Thanks! You captured the motivation behind Basilisk really well. The evolutionary search is the interesting part rather than hand-crafting prompts, it explores a much larger search space and often converges on attack strategies that aren't obvious to a human tester.

I also agree with your point about architecture. One of the lessons I took away while building Basilisk is that prompt-based safeguards alone aren't a sufficient security boundary. Systems that can perform consequential actions need deterministic authorization, validation, and policy enforcement outside the model, so even a successful jailbreak has limited impact.

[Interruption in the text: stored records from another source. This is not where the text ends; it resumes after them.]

# ---- README ----------------------------------------------------------------------------------------------------------------------
def test_readme_opens_with_the_job_in_one_paragraph_then_the_caution() -> None:
    title, job, caution = README.split("\n\n")[:3]
    assert title == "# Lagscape"
    who = ("clinical physiologist", "clinical neurophysiologist", "browser tab")
    for word in (*who, "settle, ring or hunt", "to blame", "quiet it", "how sure", "hands the case"):
        assert word in " ".join(job.split()), word
    assert caution.startswith("**Caution.** ")
    for words in ("Decision support for qualified staff, not a medical device.", "Local protocols and licensed practice decide."):
        assert words in " ".join(caution.split())
    # The same two statements that the program prints.
    assert CAUTION == "Decision support for qualified staff. Not a medical device."


def test_every_example_prints_what_readme_shows(tmp_path: Path) -> None:
    """Runs the examples from top to bottom in one folder, as a reader would: files saved, Python run, commands run."""
    if shutil.which("sh") is None:
        pytest.skip("the examples use a Unix shell")
    programs = tmp_path / "bin"
    programs.mkdir()
    (programs / "python3").symlink_to(sys.executable)
    environment = {**os.environ, "PYTHONPATH": str(ROOT / "py"), "PYTHONWARNINGS": "error", "PATH": f"{programs}{os.pathsep}{os.environ['PATH']}"}

    def run(*words: str) -> str:
        done = subprocess.run(words, cwd=tmp_path, env=environment, capture_output=True, text=True, timeout=60)
        assert done.returncode == 0 and done.stderr == "", f"{words[-1]}\n{done.stderr}"
        return done.stdout

    waiting: str | None = None
    counted = {"python": 0, "console": 0, "file": 0}
    for block in blocks(README):
        if block.language == "text":
            assert waiting is not None, "an output stands without its program"
            assert_same_output(block.text, waiting)
            waiting = None
            continue
        assert waiting is None, "a Python example has no output beside it"
        if block.name:
            (tmp_path / block.name).write_text(block.text, encoding="utf-8")
            counted["file"] += 1
        elif block.language == "python":
            waiting = run(sys.executable, "-c", block.text)
            counted["python"] += 1
        elif block.language == "console":
            for entry in block.text.split("$ ")[1:]:
                command, _, shown = entry.partition("\n")
                assert_same_output(shown, run("sh", "-c", command))
                counted["console"] += 1
        else:
            assert block.language == "sh", f"README has a block of {block.language} that no test reads"
    assert counted["python"] >= 2 and counted["console"] >= 3 and counted["file"] == 2


@pytest.mark.parametrize(
    ("shown", "printed"),
    [("loop gain 1.47", "loop gain 1.48"), ("hunts 1.47", "rings 1.47"), ('"a": 1.0', '"a": 1.0, "b": 2.0'), ("-1.5 s", "1.5 s")],
)
def test_a_stale_example_is_caught(shown: str, printed: str) -> None:
    with pytest.raises(AssertionError):
        assert_same_output(shown, printed)


BUILD_COMMANDS = sorted({line for line in commands("sh") if "build_scripts/" in line})


def test_readme_names_the_two_commands_first() -> None:
    assert commands("sh")[:2] == ["python3 build_scripts/serve.py", "python3 build_scripts/test.py"]
    known = ("python3 build_scripts/", "python3 -m lagscape ", "python3 -m pip install .")
    assert all(line.startswith(known) for line in commands("sh")), "a command that no test parses"


@pytest.mark.parametrize("script", sorted({line.split()[1] for line in BUILD_COMMANDS}))
def test_a_build_command_has_the_options_that_readme_shows(script: str) -> None:
    done = subprocess.run([sys.executable, str(ROOT / script), "--help"], capture_output=True, text=True, timeout=60)
    assert done.returncode == 0
    for line in BUILD_COMMANDS:
        words = line.split()
        if words[1] == script:
            own = words[2 : words.index("--")] if "--" in words else words[2:]
            assert all(word in done.stdout for word in own if word.startswith("--")), line
            assert "--" not in words or "pytest" in done.stdout


LAGSCAPE_COMMANDS = [line for line in commands("sh") if line.startswith("python3 -m lagscape ")]


@pytest.mark.parametrize("line", LAGSCAPE_COMMANDS)
def test_a_command_line_in_readme_runs(line: str, tmp_path: Path, capsys: pytest.CaptureFixture[str], monkeypatch: pytest.MonkeyPatch) -> None:
    # The files that it names are made here: a movement of 6 Hz in noise on three axes, and breaths that wax and wane every 60 s.
    import numpy as np

    rng = np.random.default_rng(1)
    time = np.arange(0.0, 60.0, 0.01)
    axes = np.outer(np.sin(2.0 * math.pi * 6.0 * time), (1.0, 0.5, 0.2)) + 0.05 * rng.standard_normal((time.size, 3))
    lines = "".join(f"{t:.2f},{x:.5f},{y:.5f},{z:.5f}\n" for t, (x, y, z) in zip(time, axes, strict=True))
    (tmp_path / "hand.csv").write_text("time_s,x,y,z\n" + lines, encoding="utf-8")
    breaths = np.arange(0.0, 600.0, 1.0 / 32.0)
    effort = np.maximum(0.0, 0.2 + np.sin(2.0 * math.pi * breaths / 60.0)) * np.sin(2.0 * math.pi * 0.3 * breaths)
    (tmp_path / "chest.txt").write_text("effort\n" + "".join(f"{value:.4f}\n" for value in effort), encoding="utf-8")
    monkeypatch.chdir(tmp_path)
    assert main(line.split()[3:]) == 0
    printed = capsys.readouterr().out
    if "tremor" in line:
        # Oracle: the frequency that was put in; tolerance a tenth of the spectrum's 8-second resolution.
        found = re.search(r'"peak_frequency_hz": ([\d.]+)', printed)
        assert found is not None and abs(float(found.group(1)) - 6.0) < 0.0125
    else:
        # Oracle: the cycle that was put in; tolerance 2 %, as the recordings' own tests have it.
        found = re.search(r'"cycle_length_s": \{\s*"median": ([\d.]+)', printed)
        assert found is not None and abs(float(found.group(1)) / 60.0 - 1.0) < 0.02


def test_readme_shows_a_command_of_each_kind() -> None:
    shown = " ".join([*LAGSCAPE_COMMANDS, *(line for line in README.splitlines() if line.startswith("$ "))])
    for command in ("analyse", "measure", "cohort", "--kind tremor", "--signal", "--window", "--sampling-frequency"):
        assert command in shown, command


def test_readme_names_every_lever_and_the_public_surface() -> None:
    import lagscape

    levers = section(README, "## What it does").split("**Levers.**")[1].split("**Certainty.**")[0]
    words = " ".join(levers.split()).lower()
    assert [lever.label for known in LEVERS.values() for lever in known.values() if lever.label.lower() not in words] == []
    for name in lagscape.__all__:
        assert name == "__version__" or f"`{name}`" in README, name
    count = {2: "two", 11: "eleven"}
    for kind, words_after in (("breathing", "invented persons who breathe"), ("reflex", "ankles")):
        number = len(LOOPS[kind].starting_cases)
        assert f"{count.get(number, number)} {words_after}" in PROSE, f"{number} starting cases of {kind}"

Regarding open sourcing: Basilisk itself is open source, including the genetic evolution framework. Some future attack modules and experimental operators may stay private until they've been evaluated and responsibly disclosed where appropriate, but the goal is to keep the framework useful for defenders and security researchers rather than treating it as a closed project.

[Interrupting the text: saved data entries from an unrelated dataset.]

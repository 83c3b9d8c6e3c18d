"""Random cases for property tests: every loop, every float in range, spreads, levers, settings."""

from hypothesis import strategies as st

from lagscape.case.case import (
    LARGEST_SETTING,
    MOST_LEVERS,
    Case,
    DisturbanceSetting,
    LeverSetting,
    Number,
    disturbance_units,
    largest_spread,
    specifications,
)
from lagscape.case.parameters import Basis
from lagscape.loops.register import LOOPS

__all__ = ["any_case", "longest_case"]


@st.composite
def any_case(draw: st.DrawFn) -> Case:
    kind = draw(st.sampled_from(list(LOOPS)))
    numbers = {
        name: Number(
            draw(st.floats(item.minimum, item.maximum)),
            draw(st.sampled_from(Basis)),
            draw(st.none() | st.floats(0.0, largest_spread(item))),
        )
        for name, item in specifications(kind).items()
    }
    choices = {item.name: draw(st.sampled_from(list(item.options))) for item in LOOPS[kind].choices}
    setting = st.floats(-LARGEST_SETTING, LARGEST_SETTING)
    names = draw(st.lists(st.from_regex(r"[a-z][a-z0-9_]{0,47}", fullmatch=True), max_size=MOST_LEVERS, unique=True))
    levers = tuple(LeverSetting(name, draw(setting)) for name in names)
    shown = draw(st.none() | st.builds(DisturbanceSetting, st.sampled_from(list(disturbance_units(kind))), setting))
    start = draw(st.sampled_from([None, *(item.name for item in LOOPS[kind].starting_cases)]))
    return Case(kind, numbers, choices, levers, shown, start)


def longest_case(kind: str, seed: int) -> Case:
    """A case as long as a case gets: every number and spread with 17 digits, every lever laid with a long name."""
    import numpy as np

    generator = np.random.default_rng(seed)
    numbers = {}
    for name, item in specifications(kind).items():
        value = _long_float(generator, item.minimum, item.maximum)
        numbers[name] = Number(value, list(Basis)[generator.integers(3)], _long_float(generator, 0.0, largest_spread(item)))
    choices = {item.name: max(item.options, key=len) for item in LOOPS[kind].choices}
    words = [
        "oxygen", "posture", "lung", "dead_space", "descent", "mass", "velocity", "flow", "reflex",
        "share", "rate", "volume", "exercise", "waking",
    ]  # fmt: skip
    levers = tuple(
        LeverSetting(f"{word}_{words[-index - 1]}_{generator.integers(1000, 9999)}_l_min", _long_float(generator, 0.0, 1.0))
        for index, word in enumerate(words[:MOST_LEVERS])
    )
    shown = DisturbanceSetting(max(disturbance_units(kind), key=len), _long_float(generator, 0.0, 1.0))
    return Case(kind, numbers, choices, levers, shown, max((item.name for item in LOOPS[kind].starting_cases), key=len))


def _long_float(generator, low: float, high: float) -> float:
    """A float whose shortest exact decimal has 17 significant digits."""
    while True:
        value = float(generator.uniform(low, high))
        if len(f"{value!r}".replace(".", "").lstrip("0").split("e")[0]) >= 17:
            return value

I'll have a look at Moonshift as well, it sounds like you're approaching the problem from a similar "architectural safety over prompt safety" perspective.

klement Gunndu • Mar 19

The differential testing across models is the real gem here — most red-teaming tools treat models as interchangeable. Does the fitness function weight novel bypass patterns higher than known ones, or do they compete equally?

Regaan • Mar 19

Actually Basilisk already handles this. The fitness function uses a multi signal scoring approach that includes a novelty reward alongside refusal avoidance, information leakage, and compliance scoring. So novel bypass patterns do get weighted higher. On top of that, population diversity tracking via Jaccard distance sampling prevents the evolution from converging on the same known patterns. If the population starts looking too similar, the mutation rate adapts to push toward unexplored territory. The differential testing layer adds another dimension. When a prompt bypasses Claude but fails on GPT, that divergence signal usually means the bypass is model specific, and those tend to be the genuinely novel ones.